The following is from the state's June 9 brief in support of I-601:
"[I-601] neither amends nor purports to amend article II, section 22, and accordingly, it is not infirm on that basis, as Petitioner suggests. By its plain language, article II, section 22 establishes only the minimum number of votes constitutionally required to enact bills. It does not prohibit the Legislature or the people from enacting statutes that require a larger majority when they deem greater legislative consensus advisable. Indeed, the framers’ recognition of the value of supermajority requirements as part of Washington’s fundamental law supports the conclusion that the framers did not foreclose enactment of such requirements as a matter of statute." (page 9)
"In the 14 years since RCW 43.135.035(1) was enacted, the Legislature has not chosen to repeal the statute or permanently amend its two-thirds vote provision, although it could have. Notably, the Legislature has amended the two-thirds vote requirement of RCW 43.135.035(1) on two occasions to substitute a majority vote requirement for designated periods.
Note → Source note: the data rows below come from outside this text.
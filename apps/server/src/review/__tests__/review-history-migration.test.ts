import { afterAll, beforeAll, describe, expect, it } from 'vitest';
import { QueryTypes, type Sequelize } from 'sequelize';
import { createSequelize } from '../../db/connection.ts';
import { createMigrator } from '../../db/migrator.ts';
import { testEnv } from '../../test-support/test-env.ts';

// Migration 20261202-01 on a database that already holds worksheets: the backfill of each
// revision's state and submission time, the state following the worksheet, and the way back.
const before = '20261201-08-mail-outbox';
const mine = '20261202-01-review-history';
const hash = 'a'.repeat(64);

describe('migration 20261202-01: revision states', () => {
  const name = `biasproof_history_${Date.now().toString(36)}_${process.pid}`;
  const admin = createSequelize(testEnv.databaseUrl);
  let db: Sequelize;
  beforeAll(async () => {
    await admin.query(`CREATE DATABASE "${name}"`);
    db = createSequelize(testEnv.databaseUrl.replace(/\/[^/?]+(\?.*)?$/, `/${name}$1`));
    await createMigrator(db).up({ to: before });
  });
  afterAll(async () => {
    await db.close();
    await admin.query(`DROP DATABASE IF EXISTS "${name}" WITH (FORCE)`);
    await admin.close();
  });

  /** Statements in the system scope, as an operator runs them. */
  const system = <T extends object>(sql: string, bind: unknown[] = []) =>
    db.transaction(async (transaction) => {
      await db.query("SELECT set_config('biasproof.org_id', '*', true)", { transaction });
      return db.query<T>(sql, { bind, transaction, type: QueryTypes.SELECT });
    });

  it('when it runs over existing worksheets, then each revision gets its state and submission time, the current one follows its worksheet, and down() restores the old schema', async () => {
    const [ids] = await system<Record<'org' | 'user' | 'project' | 'w1' | 'w2' | 'w3', string>>(
      `WITH o AS (INSERT INTO organizations (slug, name) VALUES ('mig-history', 'Migration') RETURNING id),
            u AS (INSERT INTO users (email, name, password_hash) VALUES ('ann@mig.example', 'Ann', 'x') RETURNING id),
            p AS (INSERT INTO projects (org_id, name, code, created_by_user_id)
                  SELECT o.id, 'P', 'P1', u.id FROM o, u RETURNING id, org_id),
            w AS (INSERT INTO worksheets (org_id, project_id, title, author_user_id, state, current_revision)
                  SELECT p.org_id, p.id, x.title, u.id, x.state, x.cur
                    FROM p, u, (VALUES ('W1', 'in_check', 'B'), ('W2', 'signed_off', 'A'), ('W3', 'draft', 'A'))
                         AS x (title, state, cur)
                  RETURNING id, title)
       SELECT (SELECT id FROM o) AS org, (SELECT id FROM u) AS "user", (SELECT id FROM p) AS project,
              (SELECT id FROM w WHERE title = 'W1') AS w1, (SELECT id FROM w WHERE title = 'W2') AS w2,
              (SELECT id FROM w WHERE title = 'W3') AS w3`,
    );
    const { org, user, w1, w2, w3 } = ids!;
    await system(
      `INSERT INTO revisions (org_id, worksheet_id, letter, circuit, settings, results, result_status,
                              engine_version, content_hash, frozen, created_by_user_id, updated_at)
       VALUES ($1, $2, 'A', '{}', '{}', '{}', 'empty', 'e', $5, true, $6, '2026-11-01T09:00:00Z'),
              ($1, $2, 'B', '{}', '{}', '{}', 'empty', 'e', $5, true, $6, '2026-11-03T09:00:00Z'),
              ($1, $3, 'A', '{}', '{}', '{}', 'empty', 'e', $5, true, $6, '2026-11-04T09:00:00Z'),
              ($1, $4, 'A', '{}', '{}', '{}', 'empty', 'e', $5, false, $6, '2026-11-05T09:00:00Z')
       RETURNING id`,
      [org, w1, w2, w3, hash, user],
    );
    await system(
      `INSERT INTO audit_events (id, org_id, seq, at, actor_user_id, action, target_type, target_id, details, prev_hash, hash)
       VALUES (gen_random_uuid(), $1, 1, '2026-11-01T10:00:00Z', $3, 'worksheet.submitted', 'worksheet', $2, '{"revision":"A"}', '', 'h1'),
              (gen_random_uuid(), $1, 2, '2026-11-02T10:00:00Z', $3, 'worksheet.submitted', 'worksheet', $2, '{"revision":"A"}', 'h1', 'h2'),
              (gen_random_uuid(), $1, 3, '2026-11-03T10:00:00Z', $3, 'worksheet.submitted', 'worksheet', $2, '{"revision":"B"}', 'h2', 'h3')
       RETURNING id`,
      [org, w1, user],
    );

    await createMigrator(db).up({ to: mine });

    const revisions = () =>
      system<{ worksheet_id: string; letter: string; state: string; submitted_at: Date | null }>(
        `SELECT worksheet_id, letter, state, submitted_at FROM revisions ORDER BY updated_at`,
      );
    expect(
      (await revisions()).map((r) => [
        r.worksheet_id,
        r.letter,
        r.state,
        r.submitted_at?.toISOString() ?? null,
      ]),
    ).toEqual([
      // A was submitted twice (returned in between): the first submission froze it.
      [w1, 'A', 'returned', '2026-11-01T10:00:00.000Z'],
      [w1, 'B', 'in_check', '2026-11-03T10:00:00.000Z'],
      // Frozen without a submission event (e.g. loaded data): its last change stands in.
      [w2, 'A', 'signed_off', '2026-11-04T09:00:00.000Z'],
      [w3, 'A', 'draft', null],
    ]);
    await system(`UPDATE worksheets SET state = 'checked' WHERE id = $1 RETURNING id`, [w1]);
    expect((await revisions()).slice(0, 2).map((r) => r.state)).toEqual(['returned', 'checked']);
    await expect(
      system(`UPDATE revisions SET results = '{"x":1}' WHERE worksheet_id = $1 RETURNING id`, [w1]),
    ).rejects.toThrow(/is frozen/);

    await createMigrator(db).down();
    const columns = await system<{ column_name: string }>(
      `SELECT column_name FROM information_schema.columns
        WHERE table_name = 'revisions' AND column_name IN ('state', 'submitted_at')`,
    );
    expect(columns).toEqual([]);
    await expect(
      system(`UPDATE revisions SET content_hash = $2 WHERE worksheet_id = $1 RETURNING id`, [
        w1,
        hash,
      ]),
    ).rejects.toThrow(/is frozen/);
  });
});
See Laws of 2002, ch. 33, § 1, amending RCW 43.135.035(1) to substitute a majority vote requirement for the 2001-2003 biennium; and Laws of 2005, ch. 72, § 2, amending RCW 43.135.035(1) to substitute a majority vote requirement from the effective date of the 2005 act through June 30, 2007. For these reasons, this case presents neither an actual existing controversy, nor the mature seeds of one, and rather posits a speculative hypothetical issue for academic debate." (page 31)
"Article II, section 22 provides, '[n]o bill shall become a law unless . . . a majority of the members elected to each house be recorded thereon as voting in its favor.' Article II, section 22 establishes a constitutional minimum number of votes for a bill to become law. It only describes the circumstances under which a bill does not pass. In other words, article II, section 22 does not prohibit statutes by which the legislature (or the people) express their legislative policy judgment that certain types of bills warrant greater than simple majority consensus for passage. RCW 43.135.035(1) expresses such a legislative policy judgment—that a two-thirds majority vote of each house should be required for passage of bills raising taxes. The statute hardly conflicts with the constitutional floor set by article II, section 22, as any bill receiving its supermajority support has met the requirement of article II, section 22.
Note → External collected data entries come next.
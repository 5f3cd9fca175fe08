//! `outcore evaluate` against scikit-learn, and as a user meets it.
//!
//! The fixtures in `tests/data/metrics/<case>/` hold the data, a model fit on it by
//! `outcore fit`, the scores `outcore predict` wrote, and `expected.json`: the metrics
//! scikit-learn computed on those scores (`tests/reference/metrics_reference.py`). The
//! tests re-run `evaluate` on model + data and compare: 1e-12 relative for the exact
//! measures; the histogram AUC within the bound it states.

mod common;

use std::path::{Path, PathBuf};
use std::sync::Arc;

use arrow::array::{ArrayRef, Float64Array, RecordBatch};
use arrow::datatypes::{Field, Schema};
use serde_json::Value;

use common::{
    json_at, json_f64, read_json, read_parquet_batch, rel_err, run_outcore, schema_of, split_batch,
    test_data, write_parquet,
};

/// Every case of `tests/data/metrics/`.
const CASES: &[&str] = &[
    "logistic_breast_cancer",
    "logistic_breast_cancer_weighted",
    "logistic_synthetic",
    "logistic_tied_scores",
    "softmax_iris_weighted",
    "squared_diabetes",
    "squared_diabetes_weighted",
    "poisson_randhie_weighted",
];

/// Relative tolerance of the exact measures.
const EXACT: f64 = 1e-12;

fn case_file(case: &str, file: &str) -> PathBuf {
    let p = test_data("metrics").join(case).join(file);
    assert!(p.exists(), "missing fixture {}", p.display());
    p
}

fn stderr(o: &std::process::Output) -> String {
    String::from_utf8_lossy(&o.stderr).into_owned()
}

/// Runs `outcore evaluate --json` and parses its stdout, which must be one JSON object.
fn evaluate_json(model: &Path, data: &[&Path], extra: &[&str]) -> Value {
    let mut args: Vec<String> = vec![
        "evaluate".into(),
        "--model".into(),
        model.display().to_string(),
        "--data".into(),
    ];
    args.extend(data.iter().map(|d| d.display().to_string()));
    args.push("--json".into());
    args.extend(extra.iter().map(|s| s.to_string()));
    let out = run_outcore(&args);
    assert_eq!(
        out.status.code(),
        Some(0),
        "evaluate failed: {}",
        stderr(&out)
    );
    let text = String::from_utf8(out.stdout).expect("utf-8 stdout");
    assert_eq!(
        text.trim_end().lines().count(),
        1,
        "stdout is not one line: {text}"
    );
    let v: Value = serde_json::from_str(text.trim()).expect("stdout is JSON");
    assert!(v.is_object());
    v
}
A California court construed its essentially identical constitutional provision in just this way. People v. Cortez, 6 Cal. App. 4th 1202, 8 Cal. Rptr. 2d 580 (Cal. Ct. App. 1992). The constitutional provision at issue in Cortez provided in relevant part, 'No bill may be passed unless . . . a majority of the membership of each house concurs.' Cortez correctly reasoned that a requirement for a legislative supermajority did not conflict with the passage of bills clause of the California Constitution because, 'Clearly a bill which obtains the approval of two-thirds of the membership of each house has also obtained the approval of a majority of the legislators in each house.' The constitution merely restricts the passage of bills to those that obtain at least majority approval, rather than establishing an affirmative rule that all bills receiving a majority must be deemed passed.
Petitioner essentially asks this Court to amend article II, section 22, to treat it as if it read (in common bill drafting format to show changes): '((No)) Every bill shall become a law ((unless)) if . . . a majority of the members elected to each house be recorded thereon as voting in its favor.' This reading would transform the phrasing from a 'negative' minimum requirement to a 'positive' universal standard. The court should reject the Petitioner’s invitation to rewrite the Washington Constitution in this way." (page 38)
"Both the framers of the constitution and subsequent legislatures and voters have recognized that certain specified actions should command the support of more than a simple majority. Petitioners, to the contrary, urge that the same constitutional convention that embraced supermajorities for some purposes intended to prohibit statutes requiring supermajorities for any other purposes. The Constitution contains no language supporting this notion, however. The framers may not reasonably be presumed to have implied the prohibition of a political mechanism that they themselves adopted through language that does not say so. Given the plenary legislative authority of the people and the legislature, and the absence of a clear constitutional prohibition, the Court should not conclude otherwise." (page 48)
Well said.
Taxpayers should be encouraged by the Attorney General's vigorous defense of the law. Oral arguments before the State Supreme Court should occur this September. We'll likely know sometime next year when the Court rules if it will allow Brown's lawsuit to "rewrite the Washington Constitution" and strike down the will of the people.